* _TASK REQUIREMENTS_
Search the data for the word "their". Reproduce every line where it is found.

--- GIVEN ENTRIES ---

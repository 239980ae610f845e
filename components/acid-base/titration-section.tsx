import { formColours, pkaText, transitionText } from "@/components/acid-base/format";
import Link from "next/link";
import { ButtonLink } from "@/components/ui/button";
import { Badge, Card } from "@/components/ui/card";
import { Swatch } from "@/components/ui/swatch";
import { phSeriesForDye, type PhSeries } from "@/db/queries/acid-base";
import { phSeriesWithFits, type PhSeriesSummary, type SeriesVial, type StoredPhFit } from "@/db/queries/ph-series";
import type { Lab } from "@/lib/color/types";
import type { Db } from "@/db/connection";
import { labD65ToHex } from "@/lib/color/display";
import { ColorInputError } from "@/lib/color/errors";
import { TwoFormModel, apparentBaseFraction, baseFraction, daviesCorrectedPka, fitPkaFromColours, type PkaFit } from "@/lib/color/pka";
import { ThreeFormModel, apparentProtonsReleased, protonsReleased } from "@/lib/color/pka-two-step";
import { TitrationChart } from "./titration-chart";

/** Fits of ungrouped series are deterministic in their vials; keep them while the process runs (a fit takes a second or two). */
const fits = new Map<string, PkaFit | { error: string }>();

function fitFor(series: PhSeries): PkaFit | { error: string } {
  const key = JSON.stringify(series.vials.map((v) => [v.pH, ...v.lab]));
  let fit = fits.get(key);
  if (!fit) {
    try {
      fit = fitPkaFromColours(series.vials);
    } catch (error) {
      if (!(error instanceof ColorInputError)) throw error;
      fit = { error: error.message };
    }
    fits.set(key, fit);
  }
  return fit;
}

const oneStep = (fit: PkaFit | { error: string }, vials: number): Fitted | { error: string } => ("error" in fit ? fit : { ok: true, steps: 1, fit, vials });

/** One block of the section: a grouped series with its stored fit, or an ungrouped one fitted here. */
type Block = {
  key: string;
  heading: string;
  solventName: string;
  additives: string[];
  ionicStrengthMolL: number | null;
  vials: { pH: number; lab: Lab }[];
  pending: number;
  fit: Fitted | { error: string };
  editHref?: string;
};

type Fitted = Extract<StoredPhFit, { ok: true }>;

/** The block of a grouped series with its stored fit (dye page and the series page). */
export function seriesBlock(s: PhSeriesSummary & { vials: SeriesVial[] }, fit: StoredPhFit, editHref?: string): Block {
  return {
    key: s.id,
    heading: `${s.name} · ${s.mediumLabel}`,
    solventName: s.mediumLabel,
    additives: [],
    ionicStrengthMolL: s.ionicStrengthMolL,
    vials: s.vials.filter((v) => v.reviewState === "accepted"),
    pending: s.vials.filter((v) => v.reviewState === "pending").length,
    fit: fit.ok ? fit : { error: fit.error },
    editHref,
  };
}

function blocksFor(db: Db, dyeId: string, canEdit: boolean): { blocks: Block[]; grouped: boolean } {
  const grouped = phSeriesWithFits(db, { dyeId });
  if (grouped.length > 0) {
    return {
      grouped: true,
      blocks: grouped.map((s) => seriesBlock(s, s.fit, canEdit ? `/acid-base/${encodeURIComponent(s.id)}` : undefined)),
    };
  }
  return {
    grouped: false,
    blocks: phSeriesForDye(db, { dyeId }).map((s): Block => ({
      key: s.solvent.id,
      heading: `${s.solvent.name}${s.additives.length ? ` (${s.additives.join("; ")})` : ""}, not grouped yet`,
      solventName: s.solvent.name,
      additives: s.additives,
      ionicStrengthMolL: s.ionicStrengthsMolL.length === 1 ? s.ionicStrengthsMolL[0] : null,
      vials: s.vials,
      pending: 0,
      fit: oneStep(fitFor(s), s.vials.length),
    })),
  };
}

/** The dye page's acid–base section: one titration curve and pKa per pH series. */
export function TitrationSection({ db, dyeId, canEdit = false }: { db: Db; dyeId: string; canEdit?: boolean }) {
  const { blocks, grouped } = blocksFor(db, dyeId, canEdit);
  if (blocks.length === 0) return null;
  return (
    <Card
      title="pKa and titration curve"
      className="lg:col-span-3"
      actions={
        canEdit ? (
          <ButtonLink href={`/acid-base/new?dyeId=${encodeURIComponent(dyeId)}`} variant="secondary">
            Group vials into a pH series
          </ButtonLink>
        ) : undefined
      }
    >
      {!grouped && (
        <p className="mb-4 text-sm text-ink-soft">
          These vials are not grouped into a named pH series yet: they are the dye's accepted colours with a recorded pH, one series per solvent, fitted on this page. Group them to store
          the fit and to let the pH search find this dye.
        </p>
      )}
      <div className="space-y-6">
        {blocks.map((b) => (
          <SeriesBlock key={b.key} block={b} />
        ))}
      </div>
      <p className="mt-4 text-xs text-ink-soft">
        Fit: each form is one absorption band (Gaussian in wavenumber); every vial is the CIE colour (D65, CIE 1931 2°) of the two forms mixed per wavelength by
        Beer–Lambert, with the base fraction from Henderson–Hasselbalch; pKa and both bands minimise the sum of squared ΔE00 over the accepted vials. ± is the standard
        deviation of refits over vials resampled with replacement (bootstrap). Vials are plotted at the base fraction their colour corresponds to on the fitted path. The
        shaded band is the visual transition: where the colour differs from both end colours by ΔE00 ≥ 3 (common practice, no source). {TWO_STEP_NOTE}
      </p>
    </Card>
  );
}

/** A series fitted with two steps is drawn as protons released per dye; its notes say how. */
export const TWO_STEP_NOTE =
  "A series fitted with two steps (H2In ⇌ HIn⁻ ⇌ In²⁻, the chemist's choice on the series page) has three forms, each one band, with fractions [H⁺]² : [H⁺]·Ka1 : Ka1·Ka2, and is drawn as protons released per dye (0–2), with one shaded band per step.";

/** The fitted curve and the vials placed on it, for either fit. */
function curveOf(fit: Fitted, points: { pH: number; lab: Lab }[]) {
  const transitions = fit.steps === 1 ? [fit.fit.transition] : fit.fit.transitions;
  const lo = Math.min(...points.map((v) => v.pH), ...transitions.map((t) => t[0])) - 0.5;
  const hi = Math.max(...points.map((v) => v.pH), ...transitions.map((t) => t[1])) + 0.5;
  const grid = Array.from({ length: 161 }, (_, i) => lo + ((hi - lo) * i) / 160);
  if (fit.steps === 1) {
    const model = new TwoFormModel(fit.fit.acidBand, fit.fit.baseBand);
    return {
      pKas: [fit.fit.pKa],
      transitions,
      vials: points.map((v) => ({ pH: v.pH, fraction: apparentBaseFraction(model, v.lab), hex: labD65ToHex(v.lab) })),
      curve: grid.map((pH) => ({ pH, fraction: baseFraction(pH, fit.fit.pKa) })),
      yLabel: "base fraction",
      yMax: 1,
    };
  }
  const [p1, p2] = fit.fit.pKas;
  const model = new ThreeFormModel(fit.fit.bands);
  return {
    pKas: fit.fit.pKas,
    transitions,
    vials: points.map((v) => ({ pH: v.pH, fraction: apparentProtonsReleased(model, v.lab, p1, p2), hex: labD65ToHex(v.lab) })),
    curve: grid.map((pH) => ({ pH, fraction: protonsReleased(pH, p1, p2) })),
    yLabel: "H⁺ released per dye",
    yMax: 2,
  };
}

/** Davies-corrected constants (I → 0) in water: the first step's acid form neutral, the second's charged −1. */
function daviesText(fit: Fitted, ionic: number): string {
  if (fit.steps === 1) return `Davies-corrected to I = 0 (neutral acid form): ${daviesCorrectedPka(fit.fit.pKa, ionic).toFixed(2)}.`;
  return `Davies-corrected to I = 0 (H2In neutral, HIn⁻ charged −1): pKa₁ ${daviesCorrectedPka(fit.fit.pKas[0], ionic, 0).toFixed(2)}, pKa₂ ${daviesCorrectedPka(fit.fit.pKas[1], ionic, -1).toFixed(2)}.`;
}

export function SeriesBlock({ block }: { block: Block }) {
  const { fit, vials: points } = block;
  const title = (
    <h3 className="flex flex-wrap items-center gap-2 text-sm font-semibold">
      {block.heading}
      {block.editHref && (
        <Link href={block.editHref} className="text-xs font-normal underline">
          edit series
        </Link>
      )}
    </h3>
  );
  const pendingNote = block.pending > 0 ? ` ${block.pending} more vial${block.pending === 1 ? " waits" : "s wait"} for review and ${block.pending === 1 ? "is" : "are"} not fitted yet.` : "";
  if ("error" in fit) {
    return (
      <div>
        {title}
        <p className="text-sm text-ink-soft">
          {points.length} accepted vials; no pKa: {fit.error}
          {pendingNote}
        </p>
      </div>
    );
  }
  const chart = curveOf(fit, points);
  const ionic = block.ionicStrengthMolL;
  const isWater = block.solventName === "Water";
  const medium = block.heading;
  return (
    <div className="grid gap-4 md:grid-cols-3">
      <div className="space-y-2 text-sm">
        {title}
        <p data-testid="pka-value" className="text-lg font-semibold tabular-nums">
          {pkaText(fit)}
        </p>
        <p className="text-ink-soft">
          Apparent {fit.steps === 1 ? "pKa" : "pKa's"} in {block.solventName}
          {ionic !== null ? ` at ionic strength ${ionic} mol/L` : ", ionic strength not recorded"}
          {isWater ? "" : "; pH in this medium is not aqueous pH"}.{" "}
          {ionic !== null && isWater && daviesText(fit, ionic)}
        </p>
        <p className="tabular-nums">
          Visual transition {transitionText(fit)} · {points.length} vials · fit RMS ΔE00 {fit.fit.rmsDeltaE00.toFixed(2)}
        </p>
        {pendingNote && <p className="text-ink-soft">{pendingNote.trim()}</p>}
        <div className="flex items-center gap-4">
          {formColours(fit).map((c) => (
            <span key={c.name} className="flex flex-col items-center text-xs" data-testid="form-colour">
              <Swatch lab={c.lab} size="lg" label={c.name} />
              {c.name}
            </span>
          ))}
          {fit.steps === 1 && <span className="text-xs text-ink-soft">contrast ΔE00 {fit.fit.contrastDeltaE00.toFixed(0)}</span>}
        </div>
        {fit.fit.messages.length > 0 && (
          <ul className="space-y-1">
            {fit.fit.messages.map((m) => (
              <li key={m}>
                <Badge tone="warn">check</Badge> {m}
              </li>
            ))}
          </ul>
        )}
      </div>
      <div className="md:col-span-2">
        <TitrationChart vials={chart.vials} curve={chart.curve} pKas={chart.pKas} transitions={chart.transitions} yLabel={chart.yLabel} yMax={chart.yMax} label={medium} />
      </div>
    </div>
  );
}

---

* _WRITTEN ANSWER_
/** Fits of ungrouped series are deterministic in their vials; keep them while the process runs (a fit takes a second or two). */
        deviation of refits over vials resampled with replacement (bootstrap). Vials are plotted at the base fraction their colour corresponds to on the fitted path. The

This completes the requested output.